Learn how AI browser agents work behind the scenes using the agent loop: plan, act, observe, and repeat. In this lecture, we break down how an LLM connects with browser automation tools like Playwright to read web pages, click buttons, type into forms, extract data, and complete multi-step browser tasks.
In this lecture, we introduce the core tools used throughout the course, including Python, Playwright, LLMs, Streamlit, Docker, and AWS. You will understand why each tool matters and how they work together to build real-world agentic AI browser automation systems.
Discover why AI browser agents are becoming important for developers, automation engineers, and AI builders. This lecture explains practical use cases such as web research, product comparison, data extraction, form filling, workflow automation, and human-in-the-loop AI systems.
Learn the basics of the DOM API and how browser automation tools understand web pages. In this lecture, we cover HTML structure, elements, buttons, inputs, forms, links, and selectors so you can confidently locate and interact with page elements using Playwright.
Set up the project from scratch and launch your first automated browser using Python and Playwright. This lecture walks through the initial environment setup, dependency installation, browser launch, and the difference between headless and headful browser automation.
Learn how to read content from web pages and extract useful information using Playwright. In this lecture, we cover how to capture headings, paragraphs, product details, links, prices, ratings, and other structured data from websites.
Understand the three levels of browser agents: basic scripted automation, LLM-assisted browser workflows, and fully autonomous browser agents. This lecture helps you clearly see the difference between normal automation and true agentic AI browser behavior.
Build a practical AI shopping research agent that can search the web, analyze product results, and extract useful shopping information. This lecture shows how browser automation and LLM reasoning can work together to compare products, prices, ratings, and summaries.
Learn how to build a fully autonomous browser agent loop where the AI can plan, take browser actions, observe results, and decide the next step. This lecture introduces the core architecture behind agentic AI systems that can operate across multiple steps with guardrails.
Build a safer AI browser agent by adding human review and approval before final actions are submitted. This lecture explains why human-in-the-loop design is important for browser automation, especially for forms, approvals, sensitive workflows, and real-world business use cases.
Learn how to upload CSV files into the AI browser agent system so multiple requests can be processed in a structured workflow. This lecture introduces file upload handling, batch processing concepts, and how uploaded data moves into the automation pipeline.
Convert uploaded CSV data into approval requests that can be reviewed, tracked, and processed by the agent system. This lecture covers how to read uploaded records, create structured requests, manage statuses, and prepare the system for human approval workflows.
Deploy the backend of the AI browser agent system using AWS services such as S3, SQS, Lambda, and DynamoDB. This lecture explains the cloud architecture and shows how uploaded files can trigger backend processing in a serverless workflow.

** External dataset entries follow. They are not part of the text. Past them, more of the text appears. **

// evaluateLoop hands dirty patients to up to evaluators concurrent
// evaluations. It lists the dirty patients again before each hand-out
// when anything changed since the last listing (an ingest woke it, an
// evaluation ended), so a patient whose new data includes a blood gas,
// which the store lists first, is the next one evaluated even while a long
// queue of patients with device readings only is being worked through.
// A patient already being evaluated is not handed out again: the changes
// that arrive meanwhile leave it dirty with a newer generation, and it is
// evaluated once more after, however many arrived.
func (e *Engine) evaluateLoop(ctx context.Context) {
	type outcome struct {
		subject string
		failed  bool
	}
	evaluators := e.evaluators
	routineLimit := routineEvaluators(evaluators)
	done := make(chan outcome, evaluators)
	// The evaluators are long-lived goroutines: one started per
	// evaluation would grow its stack from the smallest again each time
	// (an evaluation runs deep), a cost measured at a few per cent of the
	// live benchmark's CPU.
	work := make(chan store.Dirty, evaluators)
	defer close(work)
	for range evaluators {
		go func() {
			for d := range work {
				err := e.evaluatePatient(ctx, d)
				if err != nil && ctx.Err() == nil {
					e.log.ErrorContext(ctx, "evaluation failed; it stays pending", "err", err)
				}
				done <- outcome{d.Subject, err != nil}
			}
		}()
	}
	running := make(map[string]bool)
	// routine holds the patients being evaluated whose mark held no blood
	// gas (not Urgent).
	routine := make(map[string]bool)
	// held are patients whose evaluation failed, not retried before then.
	held := make(map[string]inMemoryWait)
	// paced holds when each patient's last evaluation began, for the
	// device pace.
	paced := make(map[string]time.Time)
	var queue []store.Dirty
	// listNow asks for a listing before the next hand-out; listSoon for
	// one at most relistEvery after the last. A device reading, or an
	// evaluation ending, asks for a listing soon: listing every dirty
	// patient once per reading would cost more than the evaluations it
	// paces (with the pace, nearly every patient is dirty at any time).
	// The queue of the last listing keeps being handed out meanwhile; it
	// leaves out the patients that were being evaluated, so an entry is
	// at most as old as the listing.
	listNow, listSoon := true, false
	relistEvery := min(e.cfg.DevicePace/10, maxRelistDelay)
	var listed time.Time
	timer := time.NewTimer(0)
	defer timer.Stop()
	soon := time.NewTimer(time.Hour)
	soon.Stop()
	defer soon.Stop()
	soonArmed := false
	for {
		if listSoon && !listNow {
			if since := time.Since(listed); since >= relistEvery {
				listNow = true
			} else if !soonArmed {
				soon.Reset(relistEvery - since)
				soonArmed = true
			}
		}
		if len(running) < evaluators && listNow {
			var wait time.Duration
			queue, wait = e.due(ctx, running, held, paced)
			listed = time.Now()
			listNow, listSoon = false, false
			timer.Reset(wait)
		}
		// The queue lists blood gases first, so a routine mark at its head
		// means none is waiting: it waits for a routine evaluation to end.
		if len(running) < evaluators && len(queue) > 0 && ctx.Err() == nil && (queue[0].Urgent || len(routine) < routineLimit) {
			d := queue[0]
			queue = queue[1:]
			running[d.Subject] = true
			e.withdrawn.taken(d.Subject)
			if !d.Urgent {
				routine[d.Subject] = true
			}
			if e.cfg.DevicePace > 0 {
				paced[d.Subject] = time.Now()
			}
			work <- d // never blocks: fewer than evaluators are running
			continue
		}
		select {
		case <-ctx.Done():
			// Every evaluation in progress ends (committed, or abandoned
			// before its commit) before the loop returns.
			for range len(running) {
				<-done
			}
			return
		case o := <-done:
			delete(running, o.subject)
			delete(routine, o.subject)
			if o.failed {
				held[o.subject] = waitFrom(e.now(), failedHold)
				listNow = true
			}
			// The patient may be dirty again (changes that arrived during
			// its evaluation): list again. A blood gas that arrived since
			// the listing has asked for a listing now.
			listSoon = true
		case <-e.wake:
			listNow = true
		case <-e.wakeDevice:
			listSoon = true
		case <-soon.C:
			soonArmed = false
		case <-timer.C:
			listNow = true
		}
	}
}

// due lists the dirty patients that can be evaluated now, in the store's
// order (blood gases first), leaving out those being evaluated and those
// left to the replica that evaluated them last (leftToOwner), and returns
// how long to wait before the next listing is worth making.
func (e *Engine) due(ctx context.Context, running map[string]bool, held map[string]inMemoryWait, paced map[string]time.Time) ([]store.Dirty, time.Duration) {
	const idle = time.Minute
	dirty, err := e.cfg.Store.DirtyPatients(ctx)
	if err != nil {
		if ctx.Err() == nil {
			e.log.ErrorContext(ctx, "listing dirty patients failed", "err", err)
		}
		return nil, time.Second
	}
	e.marks.keep(dirty)
	wait := idle
	shared := e.sharedStore()
	if shared {
		// Marks written by other replicas wake no loop here: a listing
		// this often finds them, among them those of the patients this
		// replica evaluated last, which the others leave to it.
		wait = sharedListing
	}
	now := e.now()
	for subject, until := range held {
		if until.over(now) {
			delete(held, subject)
		}
	}
	// The pace is kept by the monotonic clock: it spreads work over real
	// time, whatever clock the engine was given.
	paceNow := time.Now()
	for subject, at := range paced {
		if paceNow.Sub(at) >= e.cfg.DevicePace {
			delete(paced, subject)
		}
	}
	var due []store.Dirty
	for _, d := range dirty {
		if at, ok := paced[d.Subject]; ok && !d.Urgent {
			wait = min(wait, e.cfg.DevicePace-paceNow.Sub(at))
			continue
		}
		if until, ok := held[d.Subject]; ok {
			wait = min(wait, until.left(now))
			continue
		}
		if running[d.Subject] {
			continue
		}
		if left := e.cfg.Settle - e.marks.settled(d, now, shared); left > 0 && !e.withdrawn.pending(d.Subject) {
			wait = min(wait, left)
			continue
		}
		if left, after := e.leftToOwner(d, now); left {
			wait = min(wait, after)
			continue
		}
		due = append(due, d)
	}
	return due, max(wait, time.Millisecond)
}

// evaluateDue evaluates, one after another, the dirty patients whose data
// has settled (every dirty patient when all is set), as one round of the
// evaluation loop would, without its concurrency.
func (e *Engine) evaluateDue(ctx context.Context, all bool) {
	settle := e.cfg.Settle
	if all {
		settle = 0
	}
	dirty, err := e.cfg.Store.DirtyPatients(ctx)
	if err != nil {
		e.log.ErrorContext(ctx, "listing dirty patients failed", "err", err)
		return
	}
	for _, d := range dirty {
		if e.marks.settled(d, e.now(), e.sharedStore()) < settle {
			continue
		}
		if err := e.evaluatePatient(ctx, d); err != nil {
			e.log.ErrorContext(ctx, "evaluation failed; it stays pending", "err", err)
		}
	}
}

// EvaluateNow evaluates every dirty patient at once, ignoring the settle
// delay, and leaves what the derivations leave out reported (Hooks.Evaluated)
// for every patient. Tests and the submit API use it to get a result
// without waiting.
func (e *Engine) EvaluateNow(ctx context.Context) error {
	dirty, err := e.cfg.Store.DirtyPatients(ctx)
	if err != nil {
		return fmt.Errorf("engine: %w", err)
	}
	var errs []error
	for _, d := range dirty {
		if err := e.evaluatePatient(ctx, d); err != nil {
			errs = append(errs, err)
		}
	}
	if err := e.refreshPictures(ctx); err != nil {
		errs = append(errs, err)
	}
	return errors.Join(errs...)
}

// evaluatePatient re-derives one patient and commits what changed. It
// holds the patient's lock, so evaluations of one patient never overlap in
// this process, and on a store shared by replicas its claim on the patient
// (claimPatient), renewed while the evaluation runs (holdClaim), so they
// do not overlap across replicas either; the commit states what it read of every series it writes,
// so an evaluation by another process that committed first makes this one
// fail with a conflict, and the patient is evaluated again from what is
// stored now.
func (e *Engine) evaluatePatient(ctx context.Context, d store.Dirty) error {
	lock, _ := e.evaluating.LoadOrStore(d.Subject, new(sync.Mutex))
	lock.(*sync.Mutex).Lock()
	defer lock.(*sync.Mutex).Unlock()
	d, claimed, err := e.claimPatient(ctx, d)
	if err != nil || !claimed {
		return err
	}
	if e.cfg.Hooks.Evaluation != nil {
		e.cfg.Hooks.Evaluation(d.Urgent)
	}
	evalCtx, stopHolding := e.holdClaim(ctx, d.Subject)
	err = e.evaluateLocked(evalCtx, d)
	if lost := stopHolding(); lost && err != nil && ctx.Err() == nil {
		// Another replica took the patient while this evaluation ran:
		// it was abandoned before its commit, and the patient is that
		// replica's now.
		e.log.InfoContext(ctx, "the claim on the patient was lost during its evaluation; another replica evaluates it", "err", err)
		return nil
	}
	if err != nil {
		e.unclaimPatient(ctx, d.Subject)
	}
	if errors.Is(err, store.ErrConflict) {
		e.log.InfoContext(ctx, "another evaluation of the patient committed first; evaluating again")
		if merr := e.cfg.Store.MarkDirty(ctx, d.Subject, e.now()); merr != nil {
			return fmt.Errorf("engine: evaluate: %w", merr)
		}
		signal(e.wake)
		return nil
	}
	return err
}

Deploy the Streamlit user interface for the AI browser agent system using Docker and AWS Lightsail Containers. This lecture shows how to package the Playwright-based application, connect it with the backend, and run the browser agent UI in the cloud.
Understand the ethics and safety concerns of building AI browser agents. This lecture covers responsible automation, CAPTCHA handling, terms of service, rate limits, prompt injection, human oversight, and safe deployment practices for real-world agentic AI browser systems.
AI browser agents are one of the most practical use cases of agentic AI. Instead of only chatting with an AI model, you will learn how to build agents that can open a browser, read web pages, click buttons, type into forms, extract data, and complete multi-step workflows.
In this course, we will build everything from scratch using Python, Playwright, LLMs, Streamlit, Docker, and AWS. You will begin with the fundamentals of browser automation, including how web pages are structured, how DOM selectors work, how to interact with buttons and forms, and how to extract useful information from websites.
Then we will add LLM intelligence so the agent can understand user instructions, plan browser actions, make decisions, and continue working through an automation flow. You will build practical projects including an AI shopping research agent, a fully autonomous browser agent loop, and a human-in-the-loop approval workflow.
You will also learn how to upload files, process records, create approval requests, track statuses, handle errors, and build a simple Streamlit interface for managing the agent system. In the deployment section, we will move the project to the cloud using AWS services such as S3, SQS, Lambda, DynamoDB, Docker, and Lightsail Containers.
We will also cover important safety and ethics topics such as CAPTCHA handling, prompt injection, terms of service, rate limits, and responsible browser automation.
No prior experience with Playwright, browser agents, Streamlit, Docker, or AWS is required. We will build the project step by step from the ground up. By the end, you will have a complete project you can show in your portfolio, extend for your own workflows, and use as a foundation for building more advanced AI automation systems.